Way too many notes. :lol:


----------



## Manxfeeder (Oct 19, 2010)

I think this one by Stan Kenton is pretty awful. But Kenton did have a Wagner complex.


----------



## Manxfeeder (Oct 19, 2010)

I have a soft spot for Les Brown's take on Bizet.


----------



## Nereffid (Feb 6, 2013)

More Bizet, from Barney Kessel:


----------



## Skakner (Oct 8, 2020)

I don't think it's sacrilege and definitely not a moustache on Mona Lisa.

Some musicians stay close to the original, some others are more creative.
I like most of Jacques Loussier's work mainly with Bach. Uri Caine's approach is more radical and maybe not for everybody.


----------



## elgar's ghost (Aug 8, 2010)

The idea doesn't particularly bother me whether I like the results or not - at least Duke Ellington is providing his own take on things and not merely ripping the p1$$ out of it. Everything is fair game for the cover version treatment - whether it be the Beatles or Stockhausen.


----------



## MatthewWeflen (Jan 24, 2019)




----------



## Coach G (Apr 22, 2020)

"Jazzing up the classics...Or is it sacrilege?!"

I don't think it's anymore sacrilege than Rachmaninoff's _Rhapsody on a Theme by Paganini_; or Brahms' _Haydn Variations_; or the _Violin Concerto_ by Vivaldi that Bach transcribed for piano (or was it the other way around?).

I used to think that classical music was all about melody but now I see that it's more about harmony, development, and fine craftsmanship. Jazz artists may borrow themes from classical composers because most classical composers borrowed themes from folk songs. Ives took from the well of American folk songs and church hymns and even managed to get _Columbia Gem of the Ocean_ into almost everything he ever composed. How popular would Copland's _Appalachian Spring_ be without the Shaker melody? Didn't Bedrich Smetana borrow his main theme for _Vlatava_ from an Italian madrigal; before it recycled a third time as the Israeli national anthem?


----------



## norman bates (Aug 18, 2010)

mbhaub said:


> I abhor that kind of thing. It's like painting a mustache on the Mona Lisa, or chopping man parts off of statues. It's a sacrilege and disrespectful to the real genius: the original composer.
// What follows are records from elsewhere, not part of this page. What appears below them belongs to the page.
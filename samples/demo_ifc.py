"""Write the invented demo building (``samples.demo_scenario``) as an IFC file with ifcopenshell.api.

Two flavours from one description:

* ``IFC4`` in millimetres, force unit newton; members carry an IfcMaterialProfileSetUsage (profile
  set + cardinal point).
* ``IFC2X3`` in feet (IfcConversionBasedUnit "FOOT" = 0.3048 m), force unit pound-force
  (IfcConversionBasedUnit "POUND-FORCE" = 4.4482216152605 N, the exact definition of the pound-force
  from the international pound 0.45359237 kg and standard gravity 9.80665 m/s², NIST SP 811 App. B);
  members carry the IfcMaterial directly.

Both files use the same deterministic GlobalIds (``gid(name)``), one fixed IfcOwnerHistory and a
fixed header time stamp, so regenerating gives the same bytes.

The demo is invented data for exercising joint-audit, not a design: results of the tool are an aid
to a competent engineer, must be checked, and local codes and licensed practice take precedence.
"""

from __future__ import annotations

import uuid
from pathlib import Path

import ifcopenshell
import ifcopenshell.api.aggregate
import ifcopenshell.api.context
import ifcopenshell.api.geometry
import ifcopenshell.api.material
import ifcopenshell.api.project
import ifcopenshell.api.pset
import ifcopenshell.api.root
import ifcopenshell.api.spatial
import ifcopenshell.api.unit
import ifcopenshell.guid

from samples.demo_scenario import (
    BUILDING_NAME,
    PROJECT_NAME,
    SITE_NAME,
    STOREYS,
    FinPlateSpec,
    MemberSpec,
    Scenario,
    WallSpec,
)
from samples.demo_sections import BOLT_GRADE, MEMBER_GRADE, PLATE_GRADE, SectionDims

__all__ = ["NAMESPACE", "gid", "write_ifc", "MM_PER_FOOT", "N_PER_LBF", "TIMESTAMP", "EPOCH"]

NAMESPACE = uuid.UUID("6f3b0c1e-2d4a-5b8c-9e7f-0a1b2c3d4e5f")
"""Namespace of the demo's name-derived GlobalIds (an arbitrary fixed UUID of ours)."""

MM_PER_FOOT = 304.8  # international foot = 0.3048 m exactly (NIST SP 811 App. B)
N_PER_LBF = 4.4482216152605  # pound-force, exact by definition (NIST SP 811 App. B)
TIMESTAMP = "2026-01-15T09:00:00"
EPOCH = 1768467600  # 2026-01-15T09:00:00Z, the fixed IfcOwnerHistory CreationDate
GENERATOR = "joint-audit demo generator"


def gid(name: str) -> str:
    """A GlobalId derived only from ``name``: the 22-character compression of uuid5(NAMESPACE, name)."""
    return ifcopenshell.guid.compress(uuid.uuid5(NAMESPACE, name).hex)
This one is utterly contemptible:


personally I loved it, and I think that Ellington did in a very tasteful way (after all it's Ellington).


----------



## chu42 (Aug 14, 2018)

mbhaub said:


> I abhor that kind of thing. It's like painting a mustache on the Mona Lisa, or chopping man parts off of statues. It's a sacrilege and disrespectful to the real genius: the original composer. This one is utterly contemptible:


Come on, how is it any more or less disrespectful than a composer taking someone else's tune and writing variations on it?


----------



## chu42 (Aug 14, 2018)

If it has to be done to any work, perhaps this is where it is most appropriate:






I don't see how a blind pianist being able to improvise brilliantly and coherently on such a large work is contemptible or even less "genius" than the original composition.


----------



## norman bates (Aug 18, 2010)

what about the opposite thing, jazz pieces recorded as classical music?


----------



## Fabulin (Jun 10, 2019)

Coach G said:


> Jazz artists may borrow themes from classical composers because most classical composers borrowed themes from folk songs. Ives took from the well of American folk songs and church hymns and even managed to get _Columbia Gem of the Ocean_ into almost everything he ever composed. How popular would Copland's _Appalachian Spring_ be without the Shaker melody? Didn't Bedrich Smetana borrow his main theme for _Vlatava_ from an Italian madrigal; before it recycled a third time as the Israeli national anthem?


How about this? 
1. Franz Lachner composed a symphony (No. 6 in D major)
2. Robert Schumann thought that the music would work fine as a song and adapted the end of the first movement into a lied "Frühlingsfahrt"
3. the Russians taught Schumann's lieder to students, and a bright young composer named Kalinnikov thought that this particular tune would work great in a symphonic setting. He developed the symphonic poem "Bylina" out of it. 
4. 40 years later a choir director named Alexandrov thought that the theme from Kalinnikov's tone poem would work great as a song and composed the anthem of the communist party out of it...


----------



## BrahmsWasAGreatMelodist (Jan 13, 2019)

chu42 said:


> Come on, how is it any more or less disrespectful than a composer taking someone else's tune and writing variations on it?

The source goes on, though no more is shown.